___ Supplied entries

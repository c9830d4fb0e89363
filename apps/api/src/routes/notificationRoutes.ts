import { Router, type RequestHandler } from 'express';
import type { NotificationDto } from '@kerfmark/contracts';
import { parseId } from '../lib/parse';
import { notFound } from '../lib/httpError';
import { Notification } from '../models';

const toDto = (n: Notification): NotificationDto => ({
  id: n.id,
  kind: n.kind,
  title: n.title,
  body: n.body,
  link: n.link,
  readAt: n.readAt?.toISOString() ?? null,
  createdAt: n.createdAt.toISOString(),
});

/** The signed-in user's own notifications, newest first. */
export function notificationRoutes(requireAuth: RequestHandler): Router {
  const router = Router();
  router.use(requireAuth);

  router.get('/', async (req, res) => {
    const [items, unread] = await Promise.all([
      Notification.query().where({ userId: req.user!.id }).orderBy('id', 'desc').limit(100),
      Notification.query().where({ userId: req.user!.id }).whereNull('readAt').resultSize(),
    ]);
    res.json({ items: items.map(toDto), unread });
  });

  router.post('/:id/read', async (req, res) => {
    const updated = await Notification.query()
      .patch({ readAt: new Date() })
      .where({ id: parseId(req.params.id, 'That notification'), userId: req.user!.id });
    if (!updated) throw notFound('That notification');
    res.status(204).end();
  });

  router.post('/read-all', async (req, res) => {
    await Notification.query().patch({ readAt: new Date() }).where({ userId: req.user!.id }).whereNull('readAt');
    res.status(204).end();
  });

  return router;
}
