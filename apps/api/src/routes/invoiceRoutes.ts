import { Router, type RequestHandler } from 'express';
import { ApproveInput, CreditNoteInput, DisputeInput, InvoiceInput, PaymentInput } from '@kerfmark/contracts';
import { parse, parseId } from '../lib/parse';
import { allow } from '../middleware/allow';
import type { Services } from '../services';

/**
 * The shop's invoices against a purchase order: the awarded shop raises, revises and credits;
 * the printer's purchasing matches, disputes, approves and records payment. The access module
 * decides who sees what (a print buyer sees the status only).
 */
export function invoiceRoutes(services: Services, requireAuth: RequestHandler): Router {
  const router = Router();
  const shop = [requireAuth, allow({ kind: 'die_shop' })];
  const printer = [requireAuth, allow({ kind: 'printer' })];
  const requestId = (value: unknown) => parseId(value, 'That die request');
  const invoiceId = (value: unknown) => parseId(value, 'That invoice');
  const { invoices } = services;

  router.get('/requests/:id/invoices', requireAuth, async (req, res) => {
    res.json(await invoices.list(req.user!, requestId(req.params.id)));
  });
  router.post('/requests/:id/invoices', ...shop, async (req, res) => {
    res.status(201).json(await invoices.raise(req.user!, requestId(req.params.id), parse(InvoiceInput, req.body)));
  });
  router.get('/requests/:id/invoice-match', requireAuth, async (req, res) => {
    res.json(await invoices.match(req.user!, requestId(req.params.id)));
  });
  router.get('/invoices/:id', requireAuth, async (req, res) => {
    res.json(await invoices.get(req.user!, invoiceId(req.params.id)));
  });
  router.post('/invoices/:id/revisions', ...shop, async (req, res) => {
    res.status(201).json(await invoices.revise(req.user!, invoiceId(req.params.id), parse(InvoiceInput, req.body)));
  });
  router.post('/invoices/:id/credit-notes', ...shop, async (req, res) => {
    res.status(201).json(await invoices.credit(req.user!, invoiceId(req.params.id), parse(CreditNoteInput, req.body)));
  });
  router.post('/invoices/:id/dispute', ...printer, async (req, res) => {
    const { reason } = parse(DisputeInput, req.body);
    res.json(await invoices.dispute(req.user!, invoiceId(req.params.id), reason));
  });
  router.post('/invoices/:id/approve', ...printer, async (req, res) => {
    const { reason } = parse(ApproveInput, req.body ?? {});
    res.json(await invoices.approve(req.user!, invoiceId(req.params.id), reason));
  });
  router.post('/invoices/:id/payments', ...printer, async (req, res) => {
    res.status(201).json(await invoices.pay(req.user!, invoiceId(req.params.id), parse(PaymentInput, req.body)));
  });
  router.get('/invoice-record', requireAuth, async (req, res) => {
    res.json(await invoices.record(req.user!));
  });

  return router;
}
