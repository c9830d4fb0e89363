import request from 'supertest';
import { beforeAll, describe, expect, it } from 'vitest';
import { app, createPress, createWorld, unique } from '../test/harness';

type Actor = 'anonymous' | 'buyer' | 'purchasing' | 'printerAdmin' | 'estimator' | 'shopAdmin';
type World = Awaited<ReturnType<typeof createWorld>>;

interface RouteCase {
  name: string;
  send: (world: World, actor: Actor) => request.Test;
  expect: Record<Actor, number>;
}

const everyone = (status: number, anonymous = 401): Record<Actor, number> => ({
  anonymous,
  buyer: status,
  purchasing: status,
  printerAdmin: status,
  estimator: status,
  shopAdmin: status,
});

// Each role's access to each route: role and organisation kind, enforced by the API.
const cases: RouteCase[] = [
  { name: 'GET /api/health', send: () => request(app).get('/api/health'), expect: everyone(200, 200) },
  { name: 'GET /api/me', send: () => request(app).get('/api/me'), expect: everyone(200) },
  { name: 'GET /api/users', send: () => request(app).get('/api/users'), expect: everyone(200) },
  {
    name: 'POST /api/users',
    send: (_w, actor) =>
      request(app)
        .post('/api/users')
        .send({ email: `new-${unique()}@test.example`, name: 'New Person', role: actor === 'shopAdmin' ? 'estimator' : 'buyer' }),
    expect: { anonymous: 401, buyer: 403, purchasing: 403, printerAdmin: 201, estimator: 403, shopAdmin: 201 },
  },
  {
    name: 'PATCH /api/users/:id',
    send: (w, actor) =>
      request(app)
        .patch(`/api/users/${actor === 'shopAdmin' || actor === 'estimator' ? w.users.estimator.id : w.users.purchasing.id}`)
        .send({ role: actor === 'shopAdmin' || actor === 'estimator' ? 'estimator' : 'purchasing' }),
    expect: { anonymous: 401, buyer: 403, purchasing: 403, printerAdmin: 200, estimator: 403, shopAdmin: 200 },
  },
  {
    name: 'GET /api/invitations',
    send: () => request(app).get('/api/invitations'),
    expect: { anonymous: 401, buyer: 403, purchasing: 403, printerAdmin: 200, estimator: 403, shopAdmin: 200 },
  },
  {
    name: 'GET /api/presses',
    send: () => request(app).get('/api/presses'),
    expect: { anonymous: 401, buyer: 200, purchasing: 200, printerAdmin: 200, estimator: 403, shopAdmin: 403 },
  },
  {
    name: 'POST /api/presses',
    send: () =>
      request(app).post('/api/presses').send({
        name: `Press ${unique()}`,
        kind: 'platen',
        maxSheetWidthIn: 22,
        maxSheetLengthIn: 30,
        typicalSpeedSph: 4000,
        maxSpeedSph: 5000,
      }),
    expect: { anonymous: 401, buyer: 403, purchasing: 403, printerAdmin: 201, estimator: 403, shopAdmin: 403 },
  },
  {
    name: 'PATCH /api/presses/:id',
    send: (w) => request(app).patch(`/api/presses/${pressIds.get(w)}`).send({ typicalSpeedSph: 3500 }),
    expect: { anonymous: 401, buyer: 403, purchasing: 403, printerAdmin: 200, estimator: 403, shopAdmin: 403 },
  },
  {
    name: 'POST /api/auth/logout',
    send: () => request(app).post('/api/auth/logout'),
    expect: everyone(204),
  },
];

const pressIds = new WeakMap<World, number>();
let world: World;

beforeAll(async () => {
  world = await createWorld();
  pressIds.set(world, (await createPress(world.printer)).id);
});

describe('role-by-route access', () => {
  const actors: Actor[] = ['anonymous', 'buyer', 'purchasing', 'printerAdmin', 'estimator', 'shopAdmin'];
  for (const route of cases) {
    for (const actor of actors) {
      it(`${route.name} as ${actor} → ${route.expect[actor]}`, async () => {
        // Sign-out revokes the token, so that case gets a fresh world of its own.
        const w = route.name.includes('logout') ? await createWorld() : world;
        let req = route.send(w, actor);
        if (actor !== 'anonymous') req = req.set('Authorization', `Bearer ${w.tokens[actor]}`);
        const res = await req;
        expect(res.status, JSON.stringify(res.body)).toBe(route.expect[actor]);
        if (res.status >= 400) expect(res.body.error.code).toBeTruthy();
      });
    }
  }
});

______

**Directions:**
Determine the number of lines in the entries that hold the string "CreditNoteInput"; write that number and nothing else.

**Problem solution:**
2